* Input for this task *
■ ■ ■ ■ ■ ■ ■
"""The picture of one representative run of a task whose class draws runs
(:meth:`~neuroyard.tasks.base.Task.draw_run`: the mazes), for the HTML report.

The run shown (:func:`representative`) is the first solved run, in the order of the
report's table (its evolver rows, then run index), else the run with the highest best
fitness; only runs with a best network count. On a maze the fitness is the arena's
diagonal less the final distance to the goal, so that run's best network ended closest to
the goal. The task draws the picture, under the settings recorded with the run.
"""

from __future__ import annotations

import io
from collections.abc import Mapping, Sequence

from neuroyard.core.errors import TaskError
from neuroyard.core.network import from_dict
from neuroyard.records.runs import BEHAVIOUR_SAMPLE, RunRecord
from neuroyard.tasks import make
from neuroyard.tasks.registry import task_class

RULE = (
    "The run shown is the first solved run (in the table's order of evolvers, then by run "
    "index), else the run with the highest best fitness: on a maze, the one whose best "
    "network ended closest to the goal."
)


def representative(groups: Mapping[str, Sequence[RunRecord]]) -> tuple[str, RunRecord] | None:
    """(group label, record) of the run to show (see the module docstring); None when no
    run has a best network."""
    runs = [
        (label, r)
        for label, records in groups.items()
        for r in sorted(records, key=lambda r: r.run_index)
        if r.best_network
    ]
    for label, r in runs:
        if r.solved:
            return label, r
    if not runs:
        return None
    fitness = [r.best_fitness if r.best_fitness is not None else float("-inf") for _, r in runs]
    return runs[fitness.index(max(fitness))]  # the first of equals


def run_picture(groups: Mapping[str, Sequence[RunRecord]]) -> tuple[bytes, str] | None:
    """(PNG, caption) of the representative run of one task's ``groups``
    (``{series label: records}``); None when the task does not draw runs, is not
    installed, its recorded settings no longer fit it, or no run has a best network."""
    chosen = representative(groups)
    if chosen is None:
        return None
    label, record = chosen
    try:
        if not task_class(record.task).draws_runs():
            return None
        task = make(record.task, **record.task_settings)
    except TaskError:
        return None
    run = f"{label}, run {record.run_index} ({record.status})"
    out = io.BytesIO()
    summary = task.draw_run(from_dict(record.best_network), record.behaviours, out, run)
    caption = (
        f"{run}: {summary}. Dots: where the run's evaluations ended (at most "
        f"{BEHAVIOUR_SAMPLE} of them, evenly spread over the run), from early to late; "
        f"line: the episode of its best network. {RULE}"
    )
    return out.getvalue(), caption
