"""The regression gate's comparison: a fresh campaign against a baseline, group by group.

A group is one evolver on one task under one set of settings, budget and campaign seed;
the two sides are compared on the run indices both have (so each side made the same runs,
with the same seeds). Four metrics, each with its test from :mod:`.significance` and a
threshold of ours below which a change does not matter:

=====================  ==========================================  =========================
metric                 test                                        material (ours, default)
=====================  ==========================================  =========================
success rate           Fisher exact, solved against not solved     down by 10 points or more
evaluations to solve   Mann-Whitney U on censored evaluations      median up by 20% or more
                       (an unsolved run counts as budget + 1,
                       worse than any solved run)
connections            Mann-Whitney U, enabled connections of the  median up by 20% or more
                       solutions (solved runs only)
relative speed         Mann-Whitney U, evaluations per             median down by 20% or more
                       calibration unit (runs not failed)
=====================  ==========================================  =========================

Success counts every run (failed and unsolved runs are not solved). A figure shown is the
success rate, or the median of the values the test ranks (a censored median of
evaluations is shown as more than the budget).

**Regression** = significant and material, in the worse direction. Significant: the
p-value after Holm's correction across every test of the check (every group and metric
whose test ran) is below ``alpha`` (0.05), and the test's own effect points the same way as
the change of the figure. The tests are **two-sided**, the ones of :mod:`.significance`:
for a regression the worse direction is then tested at alpha / 2, which is conservative
(a CI gate that cries wolf is soon ignored), and one test serves regressions and
improvements alike. **Improvement**: the same in the better direction (same thresholds).
A significant change below its threshold is a *small change*; anything else is *no
detectable change*; a test the samples cannot support is *not tested*, with its reason.

**Relative speed** (:func:`relative_speed`): fitness evaluations per second of the run's
own time (wall time without the one-off kernel load) times the seconds of the calibration
loop in the process that made the run, recorded by the runner as ``timing["calibration"]``.
A record without that figure (written before it was recorded) has no relative speed.
"""

from __future__ import annotations

from collections.abc import Sequence
from dataclasses import dataclass, replace

from neuroyard.core.defaults import (
    CONNECTIONS_RISE,
    EVALUATIONS_RISE,
    GATE_ALPHA,
    SPEED_DROP,
    SUCCESS_DROP,
)
from neuroyard.core.numbers import number
from neuroyard.records.runs import FAILED, SOLVED, RunRecord
from neuroyard.reports.significance import (
    TestResult,
    censored_evaluations,
    fisher_test,
    holm,
    mann_whitney,
)
from neuroyard.reports.stats import quartiles

ALPHA = GATE_ALPHA
_TOLERANCE = 1e-9  # a change equal to its threshold counts (18/20 - 1 is -0.0999...)

REGRESSION, IMPROVEMENT, SMALL, NO_CHANGE, NOT_TESTED = (
    "regression",
    "improvement",
    "small change",
    "no detectable change",
    "not tested",
)


def relative_speed(record: RunRecord) -> float | None:
    """Fitness evaluations per calibration unit: ``evaluations / (wall - kernel_load) *
    calibration`` from ``record.timing`` (seconds). None when the record has no calibration
    (an older record), no evaluations or no measured time: never an invented figure."""
    timing = record.timing
    calibration = timing.get("calibration")
    own_time = timing.get("wall", 0.0) - timing.get("kernel_load", 0.0)
    if calibration is None or own_time <= 0.0 or record.evaluations == 0:
        return None
    return record.evaluations / own_time * calibration


@dataclass(frozen=True)
class RunFigures:
    """What the gate keeps of one run: its index, status (``solved``, ``unsolved``,
    ``failed``), evaluations and generations (counted by the harness), the size of its best
    network (hidden nodes, enabled connections; None when it has none) and its relative
    speed (evaluations per calibration unit; None when not recorded)."""

    run_index: int
    status: str
    evaluations: int
    generations: int
    hidden_nodes: int | None
    connections: int | None
    relative_speed: float | None

    @property
    def solved(self) -> bool:
        return self.status == SOLVED

    @classmethod
    def of(cls, record: RunRecord) -> RunFigures:
        return cls(
            record.run_index,
            record.status,
            record.evaluations,
            record.generations,
            record.hidden_nodes,
            record.connections,
            relative_speed(record),
        )


@dataclass(frozen=True)
class Thresholds:
    """The smallest change that matters to the regression gate (ours); a significant change
    below its threshold is only a *small change*.

    Args:
        success_drop: in success rate, a fraction (0.10 is 10 percentage points).
        evaluations_rise: of the median evaluations to solve, a fraction of the baseline's
            (0.20 is 20%).
        connections_rise: of the median enabled connections of the solutions, a fraction.
        speed_drop: of the median relative speed (evaluations per calibration unit), a
            fraction.

    Example:
        >>> import neuroyard
        >>> strict = neuroyard.Thresholds(success_drop=0.05)
        >>> strict.success_drop, strict.speed_drop
        (0.05, 0.2)
    """

    success_drop: float = SUCCESS_DROP
    evaluations_rise: float = EVALUATIONS_RISE
    connections_rise: float = CONNECTIONS_RISE
    speed_drop: float = SPEED_DROP


DEFAULT_THRESHOLDS = Thresholds()


@dataclass(frozen=True)
class GroupRuns:
    """One group of both sides: its ``label`` (as printed), its ``budget`` (evaluations;
    censors unsolved runs) and the runs of the baseline and of the fresh campaign."""

    label: str
    budget: int
    baseline: Sequence[RunFigures]
    fresh: Sequence[RunFigures]


@dataclass(frozen=True)
class Finding:
    """One metric of one group. ``baseline``/``fresh``: the figures compared (a success
    rate, or a median; None where a side has no value); ``change``: fresh minus baseline for
    the success rate, fresh / baseline - 1 for the medians; ``censored``: which of the two
    evaluations medians is only a lower bound (``"baseline"``, ``"fresh"``, ``"both"`` or
    ``""``); ``p_holm``: the p-value after Holm's correction (None when not tested)."""

    metric: str
    group: str
    baseline: float | None
    fresh: float | None
    change: float | None
    test: TestResult
    verdict: str = NO_CHANGE
    p_holm: float | None = None
    censored: str = ""
    budget: int = 0


@dataclass(frozen=True)
class _Metric:
    higher_is_better: bool
    threshold: float  # the smallest change that matters, as in Thresholds


def compare(
    groups: Sequence[GroupRuns], alpha: float = ALPHA, thresholds: Thresholds = DEFAULT_THRESHOLDS
) -> list[Finding]:
    """Every metric of every group (see the module docstring), Holm-corrected together,
    each with its verdict; in group order, metrics in the order of the table."""
    raw = [f for group in groups for f in _findings(group)]
    adjusted = holm([f.test.p_value for f in raw])
    metrics = _metrics(thresholds)
    return [_judged(f, p, alpha, metrics[f.metric]) for f, p in zip(raw, adjusted, strict=True)]


def _metrics(t: Thresholds) -> dict[str, _Metric]:
    return {
        "success rate": _Metric(True, t.success_drop),
        "evaluations to solve": _Metric(False, t.evaluations_rise),
        "connections": _Metric(False, t.connections_rise),
        "relative speed": _Metric(True, t.speed_drop),
    }


def _shared(group: GroupRuns) -> tuple[list[RunFigures], list[RunFigures]]:
    """Both sides' runs on the run indices both have, in index order."""
    fresh = {r.run_index: r for r in group.fresh}
    indices = sorted(fresh.keys() & {r.run_index for r in group.baseline})
    base = {r.run_index: r for r in group.baseline}
    return [base[i] for i in indices], [fresh[i] for i in indices]


def _median(values: Sequence[float]) -> float | None:
    q = quartiles(values)
    return None if q is None else q[1]


def _ratio(baseline: float | None, fresh: float | None) -> float | None:
    if baseline is None or fresh is None or baseline == 0:
        return None
    return fresh / baseline - 1.0


def _findings(group: GroupRuns) -> list[Finding]:
    base, fresh = _shared(group)
    label, budget = group.label, group.budget
    n = len(base)
    solved_b, solved_f = sum(r.solved for r in base), sum(r.solved for r in fresh)
    success = fisher_test(solved_b, n, solved_f, n)
    rate_b, rate_f = (solved_b / n, solved_f / n) if n else (None, None)
    out = [Finding("success rate", label, rate_b, rate_f, success.effect, success)]

    def censored(runs: list[RunFigures]) -> list[float]:
        return censored_evaluations([r.evaluations for r in runs], [r.solved for r in runs], budget)

    ev_b, ev_f = censored(base), censored(fresh)
    med_b, med_f = _median(ev_b), _median(ev_f)
    marks = [side for side, m in (("baseline", med_b), ("fresh", med_f)) if m == budget + 1]
    out.append(
        Finding(
            "evaluations to solve",
            label,
            med_b,
            med_f,
            _ratio(med_b, med_f),
            mann_whitney(ev_b, ev_f),
            censored="both" if len(marks) == 2 else "".join(marks),
            budget=budget,
        )
    )

    def sizes(runs: list[RunFigures]) -> list[float]:
        return [float(r.connections) for r in runs if r.solved and r.connections is not None]

    co_b, co_f = sizes(base), sizes(fresh)
    med_b, med_f = _median(co_b), _median(co_f)
    out.append(
        Finding(
            "connections",
            label,
            med_b,
            med_f,
            _ratio(med_b, med_f),
            mann_whitney(co_b, co_f, "solved runs"),
        )
    )

    def speeds(runs: list[RunFigures]) -> list[float]:
        return [
            r.relative_speed for r in runs if r.status != FAILED and r.relative_speed is not None
        ]

    sp_b, sp_f = speeds(base), speeds(fresh)
    med_b, med_f = _median(sp_b), _median(sp_f)
    test = mann_whitney(sp_b, sp_f, "runs with a relative speed")
    missing = [side for side, values in (("baseline's", sp_b), ("fresh", sp_f)) if not values]
    if missing:
        test = TestResult(
            test.test,
            None,
            None,
            test.effect_name,
            len(sp_b),
            len(sp_f),
            f"the {' and the '.join(missing)} runs have no relative speed (recorded "
            "without a calibration, or every run failed)",
        )
    out.append(Finding("relative speed", label, med_b, med_f, _ratio(med_b, med_f), test))
    return out


def _worse(finding: Finding, metric: _Metric) -> bool | None:
    """True when the figure moved in the worse direction, False the better, None: no move."""
    if finding.change is None or finding.change == 0:
        return None
    return (finding.change < 0) == metric.higher_is_better


def _effect_agrees(test: TestResult, worse: bool, metric: _Metric) -> bool:
    """Whether the test's effect points the way the figure moved. Fisher's effect is the
    success-rate difference fresh - baseline; Mann-Whitney's is A12 = P(baseline > fresh)."""
    if test.effect is None:
        return False
    fresh_higher = test.effect < 0.5 if test.effect_name == "A12" else test.effect > 0
    return fresh_higher == (worse != metric.higher_is_better)


def _judged(finding: Finding, p: float | None, alpha: float, metric: _Metric) -> Finding:
    if p is None:
        return replace(finding, verdict=NOT_TESTED)
    worse = _worse(finding, metric)
    if p >= alpha or worse is None or not _effect_agrees(finding.test, worse, metric):
        verdict = NO_CHANGE
    elif abs(finding.change or 0.0) < metric.threshold - _TOLERANCE:
        verdict = SMALL
    else:
        verdict = REGRESSION if worse else IMPROVEMENT
    return replace(finding, verdict=verdict, p_holm=p)


def line(finding: Finding) -> str:
    """One line of a finding: verdict, metric, group, the two figures, the change and the
    p-value after Holm (with the test); for a test not run, its reason."""
    head = f"{finding.verdict}: {finding.metric}, {finding.group}"
    if finding.verdict == NOT_TESTED:
        return f"{head}: {finding.test.reason}"
    base = _figure(finding, finding.baseline, "baseline")
    fresh = _figure(finding, finding.fresh, "fresh")
    p = number(finding.p_holm, ".2g")
    if finding.verdict in (NO_CHANGE, SMALL):  # briefly
        return f"{head}: {base} -> {fresh} ({_change(finding)}, p {p})"
    return (
        f"{head}: baseline {base}, fresh {fresh}, change {_change(finding)}, "
        f"p after Holm {p} ({finding.test.test})"
    )


def _figure(finding: Finding, value: float | None, side: str) -> str:
    if value is None:
        return "-"
    if finding.metric == "success rate":
        return number(100 * value, ".1f") + "%"
    if finding.metric == "evaluations to solve" and finding.censored in (side, "both"):
        return f"more than {finding.budget:,} (unsolved)"
    if finding.metric == "relative speed":
        return f"{number(value, ',.1f')} evaluations per calibration unit"
    return number(value, ",.1f") if value != int(value) else number(int(value), ",d")


def _change(finding: Finding) -> str:
    if finding.change is None:
        return "-"
    if finding.metric == "success rate":
        return f"{number(100 * finding.change, '+.1f')} points"
    text = number(100 * finding.change, "+.1f") + "%"
    bound = {"fresh": " or more", "baseline": " or less"}.get(finding.censored, "")
    return "-" if finding.censored == "both" else text + bound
■ ■ ■ ■ ■ ■ ■
* Exercise goal *
Beginning with the line above that contains "improvements alike. **Improvement**: the", copy each line exactly up to and including the line that contains "detectable change*; a", and go no further.

* Answer below *
improvements alike. **Improvement**: the same in the better direction (same thresholds).
A significant change below its threshold is a *small change*; anything else is *no
detectable change*; a test the samples cannot support is *not tested*, with its reason.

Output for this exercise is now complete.